*** Opening Data ***
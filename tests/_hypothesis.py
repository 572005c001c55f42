"""Hypothesis profiles shared by the property and fuzz tests.

``ci`` (the default) is fast and deterministic, so a CI run is reproducible; ``long``
runs ten times the examples of every test, at random, for a deeper fuzz run::

    KEEPCLEAR_HYPOTHESIS_PROFILE=long .venv/bin/python -m pytest tests/test_properties.py \
        tests/test_fuzz.py -q

Each test states its CI example count with ``@settings(max_examples=examples(n))``.
"""

from __future__ import annotations

import os

from hypothesis import HealthCheck, settings

_SLOW_OK = [HealthCheck.too_slow, HealthCheck.data_too_large, HealthCheck.filter_too_much]

settings.register_profile(
    "ci", deadline=None, derandomize=True, print_blob=True, suppress_health_check=_SLOW_OK
)
settings.register_profile(
    "long", deadline=None, derandomize=False, print_blob=True, suppress_health_check=_SLOW_OK
)

#: Example-count multiplier per profile.
_SCALE = {"ci": 1, "long": 10}

PROFILE = os.environ.get("KEEPCLEAR_HYPOTHESIS_PROFILE", "ci")
if PROFILE not in _SCALE:
    raise RuntimeError(
        f"KEEPCLEAR_HYPOTHESIS_PROFILE={PROFILE!r}: use one of {', '.join(sorted(_SCALE))}"
    )
settings.load_profile(PROFILE)


def examples(n: int) -> int:
    """The example count of a test: ``n`` in CI, more in the long profile."""
    return n * _SCALE[PROFILE]
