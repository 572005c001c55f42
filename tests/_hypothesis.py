"""Hypothesis profiles shared by the property and fuzz tests.

``ci`` (the default) is fast and deterministic, so a CI run is reproducible; ``long``
runs ten times the examples of every test, at random, for a deeper fuzz run::

    KEEPCLEAR_HYPOTHESIS_PROFILE=long .venv/bin/python -m pytest -q tests/test_field.py \
        tests/test_keepout_search.py tests/test_aperture.py tests/test_reflection.py \
        tests/test_shield.py tests/test_scenario_input.py tests/test_maps.py \
        tests/test_assess.py tests/test_cli.py

The strategies live in ``tests/_property_strategies.py`` and ``tests/_fuzz_strategies.py``;
the tests that use them sit in the test module of the area they test.

Each test states its CI example count with ``@settings(max_examples=examples(n))``.
"""

from __future__ import annotations

import os

from hypothesis import HealthCheck, settings

_SLOW_OK = [HealthCheck.too_slow, HealthCheck.data_too_large, HealthCheck.filter_too_much]

settings.register_profile(
    "ci", deadline=None, derandomize=True, print_blob=True, suppress_health_check=_SLOW_OK
)
settings.register_profile(
    "long", deadline=None, derandomize=False, print_blob=True, suppress_health_check=_SLOW_OK
)

#: Example-count multiplier per profile.
_SCALE = {"ci": 1, "long": 10}

PROFILE = os.environ.get("KEEPCLEAR_HYPOTHESIS_PROFILE", "ci")
if PROFILE not in _SCALE:
    raise RuntimeError(
        f"KEEPCLEAR_HYPOTHESIS_PROFILE={PROFILE!r}: use one of {', '.join(sorted(_SCALE))}"
    )
settings.load_profile(PROFILE)


def examples(n: int, long: int | None = None) -> int:
    """The example count of a test: ``n`` in CI, ``long`` (default ten times ``n``) in the
    long profile.

    A test whose examples are costly keeps a small CI count and states its deep count.
    """
    if PROFILE == "long" and long is not None:
        return long
    return n * _SCALE[PROFILE]
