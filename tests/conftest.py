"""Shared fixtures: scenario files written into a temporary folder."""

from __future__ import annotations

import textwrap
from pathlib import Path

import pytest

REPO = Path(__file__).resolve().parent.parent
SCENARIOS = REPO / "scenarios"


@pytest.fixture
def write_scenario(tmp_path: Path):
    """Write TOML text (dedented) to a file and return its path."""

    def _write(text: str, name: str = "scenario.toml") -> Path:
        path = tmp_path / name
        path.write_text(textwrap.dedent(text), encoding="utf-8")
        return path

    return _write


ISOTROPIC = """
name = "test point source"
[[source]]
id = "s"
antenna = "isotropic"
power_w = 100.0
position_m = [0.0, 0.0, 0.0]
"""
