# ------------------------------------------------------------------ limits
@dataclass(frozen=True)
class LimitsResult:
    """Every known limit at one frequency (``keepclear limits``).

    Attributes
    ----------
    frequency_hz : float
        Frequency of evaluation [Hz].
    limits : tuple of LimitValue
        The limits that cover the frequency, in the contract's order (power density in
        [W m^-2], field strengths in [V m^-1] and [A m^-1], averaging time in [s]).
    not_covering_frequency : tuple of str
        Ids of the limits whose published range does not include the frequency.
    """

    frequency_hz: float
    limits: tuple[limits_mod.LimitValue, ...]
    not_covering_frequency: tuple[str, ...]

    def to_dict(self) -> dict[str, Any]:
        """The ``limits --json`` object."""
        return {
            "schema_version": SCHEMA_VERSION,
            "frequency_hz": self.frequency_hz,
            "limits": [v.as_dict() for v in self.limits],
            "not_covering_frequency": list(self.not_covering_frequency),
            "caution": CAUTION_TEXT,
        }


def limits(frequency_hz: float = 2.45e9) -> LimitsResult:
    """Every known exposure limit at a frequency [Hz], with its source."""
    if not (isinstance(frequency_hz, int | float) and math.isfinite(frequency_hz)):
        raise InputError("must be a finite frequency in Hz", "argument", "--frequency-hz")
    covered, uncovered = limits_mod.values_at(frequency_hz)
    return LimitsResult(frequency_hz, tuple(covered), tuple(uncovered))


def limits_data(frequency_hz: float) -> dict[str, Any]:
    """Every known limit at a frequency (contract ``limits`` JSON)."""
    return limits(frequency_hz).to_dict()


# ------------------------------------------------------------------- probe
@dataclass(frozen=True, eq=False)
class ProbeResult:
    """Fields and exposure quotients at points (``keepclear probe``).

    Attributes
    ----------
    scenario : Scenario
        The scenario probed (its limits are the quotients' limits).
    points_m : ndarray, shape (N, 3)
        The points, in scenario coordinates [m].
    fields : FieldResult
        Time-averaged RMS ``e_v_m`` [V m^-1] and ``h_a_m`` [A m^-1], time-averaged
        ``power_density_w_m2`` [W m^-2], and the same while radiating (``peak_*``).
    names : tuple of str, optional
        The names of the scenario's ``[[point]]`` places, when those are what was probed.
    """

    scenario: Scenario
    points_m: NDArray[np.float64]
    fields: FieldResult
    names: tuple[str, ...] | None = None

    @property
    def frequency_hz(self) -> float:
        """Operating frequency [Hz]."""
        return self.scenario.frequency_hz

    @property
    def e_v_m(self) -> NDArray[np.float64]:
        """Time-averaged RMS electric field strength [V m^-1]."""
        return self.fields.e_v_m

    @property
    def h_a_m(self) -> NDArray[np.float64]:
        """Time-averaged RMS magnetic field strength [A m^-1]."""
        return self.fields.h_a_m

    @property
    def power_density_w_m2(self) -> NDArray[np.float64]:
        """Time-averaged plane-wave-equivalent power density [W m^-2]."""
        return self.fields.power_density_w_m2

    @property
    def peak_power_density_w_m2(self) -> NDArray[np.float64]:
        """Power density while radiating [W m^-2]."""
        return self.fields.peak_power_density_w_m2

    @functools.cached_property
    def quotients(self) -> dict[str, NDArray[np.float64]]:
        """Exposure quotient per limit id, shape (N,) each (each on its basis) [1]."""
        return quotients_at(self.scenario, self.fields)

    @functools.cached_property
    def inside_source(self) -> NDArray[np.bool_]:
        """Whether each point lies inside a source or on its metal, shape (N,).

        Inside a guide, a horn or a box, or within 1 mm of a wire or a plate: not a place
        where anyone stands.  Its fields are reported as computed.
        """
        return self.scenario.inside_source(self.points_m)

    def point_dicts(self) -> list[dict[str, Any]]:
        """One JSON object a point (the ``points`` list of ``probe --json``)."""
        from .places import add_spatial_averages, allowed_seconds

        r = self.fields
        quotients = self.quotients
        out = []
        for i, p in enumerate(self.points_m):
            allowed, rules = allowed_seconds(self.scenario, quotients, i)
            entry: dict[str, Any] = {
                "position_m": [float(x) for x in p],
                "e_v_m": float(r.e_v_m[i]),
                "h_a_m": float(r.h_a_m[i]),
                "power_density_w_m2": float(r.power_density_w_m2[i]),
                "peak_power_density_w_m2": float(r.peak_power_density_w_m2[i]),
                "peak_e_v_m": float(r.peak_e_v_m[i]),
                "peak_h_a_m": float(r.peak_h_a_m[i]),
                "quotients": {k: float(q[i]) for k, q in quotients.items()},
                "allowed_s": allowed,
                "allowed_rule": {k: rules[k] for k, v in allowed.items() if v is not None},
                "inside_source": bool(self.inside_source[i]),
            }
            out.append(entry)
        if self.names is not None:
            # The scenario's named places: say which is which (an added key, "name").
            for entry, name in zip(out, self.names, strict=True):
                entry["name"] = name
            add_spatial_averages(self.scenario, out)
        return out

    def to_dict(self) -> dict[str, Any]:
        """The ``probe --json`` object."""
        from .plausibility import input_warnings

        return {
            "schema_version": SCHEMA_VERSION,
            "frequency_hz": self.scenario.frequency_hz,
            "scenario": self.scenario.name,
            "reflections": self.scenario.reflections,
            "points": self.point_dicts(),
            "warnings": input_warnings(self.scenario),
            "caution": CAUTION_TEXT,
        }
*** Closing Data ***
Exercise objective
Among the entries above, the lines between the ones containing "and exposure quotients" and "RMS electric field", inclusive, are to be transcribed exactly. No other line is to be given.

Response
    """Fields and exposure quotients at points (``keepclear probe``).

    Attributes
    ----------
    scenario : Scenario
        The scenario probed (its limits are the quotients' limits).
    points_m : ndarray, shape (N, 3)
        The points, in scenario coordinates [m].
    fields : FieldResult
        Time-averaged RMS ``e_v_m`` [V m^-1] and ``h_a_m`` [A m^-1], time-averaged
        ``power_density_w_m2`` [W m^-2], and the same while radiating (``peak_*``).
    names : tuple of str, optional
        The names of the scenario's ``[[point]]`` places, when those are what was probed.
    """

    scenario: Scenario
    points_m: NDArray[np.float64]
    fields: FieldResult
    names: tuple[str, ...] | None = None

    @property
    def frequency_hz(self) -> float:
        """Operating frequency [Hz]."""
        return self.scenario.frequency_hz

    @property
    def e_v_m(self) -> NDArray[np.float64]:
        """Time-averaged RMS electric field strength [V m^-1]."""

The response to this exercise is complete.